Required action:
The answer is every line in the data below that contains the word "notes".

[Data records]
..........
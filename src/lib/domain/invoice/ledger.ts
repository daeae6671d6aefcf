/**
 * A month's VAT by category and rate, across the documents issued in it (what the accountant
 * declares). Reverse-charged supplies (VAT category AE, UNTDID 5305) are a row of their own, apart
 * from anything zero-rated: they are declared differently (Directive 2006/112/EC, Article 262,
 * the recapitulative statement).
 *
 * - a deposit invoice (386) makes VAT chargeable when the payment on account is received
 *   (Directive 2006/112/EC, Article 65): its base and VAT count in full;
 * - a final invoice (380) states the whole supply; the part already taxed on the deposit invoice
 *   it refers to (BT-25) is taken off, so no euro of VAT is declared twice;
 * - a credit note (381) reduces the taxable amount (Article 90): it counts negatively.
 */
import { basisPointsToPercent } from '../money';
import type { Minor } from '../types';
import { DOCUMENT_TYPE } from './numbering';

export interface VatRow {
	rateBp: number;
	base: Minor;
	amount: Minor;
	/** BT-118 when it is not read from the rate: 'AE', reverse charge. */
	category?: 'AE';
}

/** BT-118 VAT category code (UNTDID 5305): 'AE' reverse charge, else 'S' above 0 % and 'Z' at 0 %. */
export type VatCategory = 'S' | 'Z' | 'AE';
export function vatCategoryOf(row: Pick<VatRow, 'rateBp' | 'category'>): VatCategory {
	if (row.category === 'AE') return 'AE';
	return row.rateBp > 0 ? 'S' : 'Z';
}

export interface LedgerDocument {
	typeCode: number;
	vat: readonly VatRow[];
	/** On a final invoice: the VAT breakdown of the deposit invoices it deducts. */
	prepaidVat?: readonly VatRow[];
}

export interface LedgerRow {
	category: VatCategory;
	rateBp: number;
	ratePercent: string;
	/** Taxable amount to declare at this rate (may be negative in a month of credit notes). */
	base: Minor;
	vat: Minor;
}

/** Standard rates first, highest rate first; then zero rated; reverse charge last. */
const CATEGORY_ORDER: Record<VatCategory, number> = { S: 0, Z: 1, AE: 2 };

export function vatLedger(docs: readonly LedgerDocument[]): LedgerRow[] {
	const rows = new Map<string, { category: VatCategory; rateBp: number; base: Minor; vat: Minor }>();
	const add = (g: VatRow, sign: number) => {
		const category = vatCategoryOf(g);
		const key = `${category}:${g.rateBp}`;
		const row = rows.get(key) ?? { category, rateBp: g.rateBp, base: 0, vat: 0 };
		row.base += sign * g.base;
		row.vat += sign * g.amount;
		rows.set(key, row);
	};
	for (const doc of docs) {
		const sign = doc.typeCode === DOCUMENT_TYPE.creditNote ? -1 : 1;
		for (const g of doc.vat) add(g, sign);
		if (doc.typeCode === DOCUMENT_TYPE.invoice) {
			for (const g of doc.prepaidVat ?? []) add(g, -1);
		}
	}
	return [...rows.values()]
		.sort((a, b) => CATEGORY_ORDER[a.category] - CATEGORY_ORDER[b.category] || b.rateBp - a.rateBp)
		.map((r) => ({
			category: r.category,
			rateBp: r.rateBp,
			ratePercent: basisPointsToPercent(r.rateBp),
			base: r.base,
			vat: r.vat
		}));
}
..........
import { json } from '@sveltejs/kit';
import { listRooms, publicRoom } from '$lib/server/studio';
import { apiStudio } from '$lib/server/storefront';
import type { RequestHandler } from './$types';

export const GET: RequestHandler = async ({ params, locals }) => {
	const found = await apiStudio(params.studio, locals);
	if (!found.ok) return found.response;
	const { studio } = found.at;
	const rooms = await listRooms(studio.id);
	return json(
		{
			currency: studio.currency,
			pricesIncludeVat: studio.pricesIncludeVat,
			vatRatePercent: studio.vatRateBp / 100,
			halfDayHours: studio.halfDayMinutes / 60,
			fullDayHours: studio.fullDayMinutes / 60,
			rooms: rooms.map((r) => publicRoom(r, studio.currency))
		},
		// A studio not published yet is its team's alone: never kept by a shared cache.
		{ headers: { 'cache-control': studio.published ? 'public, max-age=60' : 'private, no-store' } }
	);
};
..........
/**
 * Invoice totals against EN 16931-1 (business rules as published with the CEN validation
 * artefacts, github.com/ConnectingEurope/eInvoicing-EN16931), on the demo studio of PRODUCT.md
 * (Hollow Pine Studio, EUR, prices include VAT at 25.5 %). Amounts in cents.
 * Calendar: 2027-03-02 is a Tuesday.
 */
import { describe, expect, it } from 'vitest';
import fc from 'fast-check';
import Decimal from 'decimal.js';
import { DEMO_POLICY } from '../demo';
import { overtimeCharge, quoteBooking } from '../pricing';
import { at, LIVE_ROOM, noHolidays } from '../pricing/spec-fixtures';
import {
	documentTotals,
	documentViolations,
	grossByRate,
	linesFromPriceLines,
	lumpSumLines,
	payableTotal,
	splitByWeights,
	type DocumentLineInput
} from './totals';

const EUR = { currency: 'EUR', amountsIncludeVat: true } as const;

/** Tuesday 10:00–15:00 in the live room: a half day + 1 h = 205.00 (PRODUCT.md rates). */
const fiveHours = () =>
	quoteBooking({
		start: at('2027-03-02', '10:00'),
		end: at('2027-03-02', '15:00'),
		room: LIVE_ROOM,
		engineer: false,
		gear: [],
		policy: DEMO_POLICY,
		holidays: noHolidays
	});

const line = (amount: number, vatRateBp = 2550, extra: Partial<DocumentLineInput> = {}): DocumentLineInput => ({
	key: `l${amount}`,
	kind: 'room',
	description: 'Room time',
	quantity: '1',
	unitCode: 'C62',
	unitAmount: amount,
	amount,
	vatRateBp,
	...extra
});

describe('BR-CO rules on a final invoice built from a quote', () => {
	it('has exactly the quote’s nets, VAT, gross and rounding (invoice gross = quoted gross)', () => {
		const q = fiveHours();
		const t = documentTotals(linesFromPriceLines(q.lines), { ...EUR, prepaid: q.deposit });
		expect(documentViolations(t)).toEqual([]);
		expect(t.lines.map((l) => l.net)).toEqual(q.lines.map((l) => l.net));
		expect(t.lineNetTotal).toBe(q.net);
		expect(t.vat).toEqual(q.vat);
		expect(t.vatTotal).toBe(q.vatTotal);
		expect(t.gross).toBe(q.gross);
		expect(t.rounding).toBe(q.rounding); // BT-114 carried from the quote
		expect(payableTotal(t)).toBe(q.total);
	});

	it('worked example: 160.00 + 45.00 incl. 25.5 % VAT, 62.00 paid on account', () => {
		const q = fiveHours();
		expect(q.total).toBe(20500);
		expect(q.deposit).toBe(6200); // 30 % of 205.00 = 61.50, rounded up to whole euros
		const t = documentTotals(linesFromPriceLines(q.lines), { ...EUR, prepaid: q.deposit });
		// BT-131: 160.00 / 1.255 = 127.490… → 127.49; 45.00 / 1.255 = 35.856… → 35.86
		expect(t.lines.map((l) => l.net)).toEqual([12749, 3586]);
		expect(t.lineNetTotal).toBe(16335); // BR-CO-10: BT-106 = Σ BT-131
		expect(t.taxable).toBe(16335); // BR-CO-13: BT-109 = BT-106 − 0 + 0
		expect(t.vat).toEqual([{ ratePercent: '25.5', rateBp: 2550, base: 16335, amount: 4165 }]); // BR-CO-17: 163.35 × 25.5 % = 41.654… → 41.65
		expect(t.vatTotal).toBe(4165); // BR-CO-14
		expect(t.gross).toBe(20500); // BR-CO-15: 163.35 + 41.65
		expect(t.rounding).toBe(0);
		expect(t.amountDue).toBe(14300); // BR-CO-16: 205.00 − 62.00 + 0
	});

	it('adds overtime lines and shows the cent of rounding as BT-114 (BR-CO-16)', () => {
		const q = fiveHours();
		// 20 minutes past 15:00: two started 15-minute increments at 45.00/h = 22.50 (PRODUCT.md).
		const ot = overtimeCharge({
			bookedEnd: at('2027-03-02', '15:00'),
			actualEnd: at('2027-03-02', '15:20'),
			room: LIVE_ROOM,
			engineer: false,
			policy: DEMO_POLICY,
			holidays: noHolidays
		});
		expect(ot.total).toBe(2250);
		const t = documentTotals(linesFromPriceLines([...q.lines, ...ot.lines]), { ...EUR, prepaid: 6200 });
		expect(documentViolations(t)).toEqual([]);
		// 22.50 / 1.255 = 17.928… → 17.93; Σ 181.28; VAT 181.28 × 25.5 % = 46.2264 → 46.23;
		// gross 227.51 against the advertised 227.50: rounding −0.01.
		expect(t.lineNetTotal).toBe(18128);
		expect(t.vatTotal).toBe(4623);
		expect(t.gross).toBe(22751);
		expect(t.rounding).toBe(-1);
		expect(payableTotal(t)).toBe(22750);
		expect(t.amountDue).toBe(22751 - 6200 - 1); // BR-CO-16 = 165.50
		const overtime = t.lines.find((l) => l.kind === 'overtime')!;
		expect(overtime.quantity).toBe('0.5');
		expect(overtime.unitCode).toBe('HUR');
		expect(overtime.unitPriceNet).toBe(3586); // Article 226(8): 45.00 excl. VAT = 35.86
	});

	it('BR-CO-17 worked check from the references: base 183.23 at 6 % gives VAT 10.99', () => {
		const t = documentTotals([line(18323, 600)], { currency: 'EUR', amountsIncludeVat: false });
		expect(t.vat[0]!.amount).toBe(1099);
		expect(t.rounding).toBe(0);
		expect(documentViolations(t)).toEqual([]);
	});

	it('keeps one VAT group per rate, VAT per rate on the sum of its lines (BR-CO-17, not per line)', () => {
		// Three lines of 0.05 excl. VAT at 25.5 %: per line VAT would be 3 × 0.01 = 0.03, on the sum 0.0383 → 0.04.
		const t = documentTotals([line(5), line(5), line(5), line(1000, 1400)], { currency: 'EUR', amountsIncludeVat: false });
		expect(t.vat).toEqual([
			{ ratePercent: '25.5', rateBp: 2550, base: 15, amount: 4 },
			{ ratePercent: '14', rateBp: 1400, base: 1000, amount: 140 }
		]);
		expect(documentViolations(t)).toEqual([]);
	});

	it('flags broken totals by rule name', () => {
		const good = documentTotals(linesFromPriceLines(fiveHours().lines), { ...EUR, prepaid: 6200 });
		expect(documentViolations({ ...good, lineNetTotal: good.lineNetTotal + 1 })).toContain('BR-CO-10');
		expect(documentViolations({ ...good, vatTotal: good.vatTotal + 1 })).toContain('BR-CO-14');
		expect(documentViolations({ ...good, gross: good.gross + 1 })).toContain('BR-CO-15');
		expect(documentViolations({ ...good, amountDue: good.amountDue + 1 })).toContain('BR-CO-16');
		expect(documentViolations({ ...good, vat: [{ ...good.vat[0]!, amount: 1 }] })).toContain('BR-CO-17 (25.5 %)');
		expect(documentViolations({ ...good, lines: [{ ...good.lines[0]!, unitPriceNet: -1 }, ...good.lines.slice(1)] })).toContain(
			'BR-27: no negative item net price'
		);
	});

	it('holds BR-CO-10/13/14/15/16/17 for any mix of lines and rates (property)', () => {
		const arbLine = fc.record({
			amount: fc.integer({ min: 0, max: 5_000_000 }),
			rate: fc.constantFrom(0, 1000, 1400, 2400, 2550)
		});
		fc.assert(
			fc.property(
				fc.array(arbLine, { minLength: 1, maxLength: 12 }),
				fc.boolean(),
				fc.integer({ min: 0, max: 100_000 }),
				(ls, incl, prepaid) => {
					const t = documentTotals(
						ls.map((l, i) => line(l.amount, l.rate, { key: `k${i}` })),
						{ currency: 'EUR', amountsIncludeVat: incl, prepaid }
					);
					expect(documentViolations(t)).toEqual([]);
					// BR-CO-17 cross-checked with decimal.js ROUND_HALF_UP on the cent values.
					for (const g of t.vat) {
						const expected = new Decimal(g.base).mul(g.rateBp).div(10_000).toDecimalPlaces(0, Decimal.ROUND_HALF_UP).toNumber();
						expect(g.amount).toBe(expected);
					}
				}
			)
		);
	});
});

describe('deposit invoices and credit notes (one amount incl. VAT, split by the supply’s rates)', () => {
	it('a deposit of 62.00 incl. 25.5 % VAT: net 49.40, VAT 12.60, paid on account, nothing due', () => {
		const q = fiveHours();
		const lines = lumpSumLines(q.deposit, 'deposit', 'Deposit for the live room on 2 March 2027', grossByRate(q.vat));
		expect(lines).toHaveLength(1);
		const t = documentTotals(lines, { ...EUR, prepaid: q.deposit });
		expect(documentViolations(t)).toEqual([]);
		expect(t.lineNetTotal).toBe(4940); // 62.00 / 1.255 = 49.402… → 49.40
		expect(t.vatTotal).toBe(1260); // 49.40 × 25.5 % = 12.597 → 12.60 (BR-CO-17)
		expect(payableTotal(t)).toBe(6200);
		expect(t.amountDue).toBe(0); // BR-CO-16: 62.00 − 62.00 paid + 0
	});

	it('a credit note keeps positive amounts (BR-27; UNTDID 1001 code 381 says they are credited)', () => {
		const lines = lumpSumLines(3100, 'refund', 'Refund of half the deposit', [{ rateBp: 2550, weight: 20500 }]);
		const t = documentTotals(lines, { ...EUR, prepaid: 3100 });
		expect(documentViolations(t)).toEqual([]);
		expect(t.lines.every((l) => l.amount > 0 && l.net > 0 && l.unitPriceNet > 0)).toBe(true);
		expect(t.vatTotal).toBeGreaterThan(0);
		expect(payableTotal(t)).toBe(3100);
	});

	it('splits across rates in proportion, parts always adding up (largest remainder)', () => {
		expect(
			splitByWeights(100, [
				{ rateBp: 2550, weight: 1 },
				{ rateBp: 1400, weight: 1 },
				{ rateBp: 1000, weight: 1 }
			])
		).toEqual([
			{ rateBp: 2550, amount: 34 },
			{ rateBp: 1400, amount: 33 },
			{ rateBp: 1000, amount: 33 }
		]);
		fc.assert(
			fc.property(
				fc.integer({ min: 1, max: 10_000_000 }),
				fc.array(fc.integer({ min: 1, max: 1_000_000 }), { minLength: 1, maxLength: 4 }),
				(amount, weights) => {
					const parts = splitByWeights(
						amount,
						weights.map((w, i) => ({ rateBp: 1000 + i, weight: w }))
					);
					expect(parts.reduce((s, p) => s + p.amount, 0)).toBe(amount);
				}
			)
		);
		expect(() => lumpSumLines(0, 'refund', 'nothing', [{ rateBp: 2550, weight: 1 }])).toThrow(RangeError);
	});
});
..........
Exercise output:
	/** Taxable amount to declare at this rate (may be negative in a month of credit notes). */
describe('deposit invoices and credit notes (one amount incl. VAT, split by the supply’s rates)', () => {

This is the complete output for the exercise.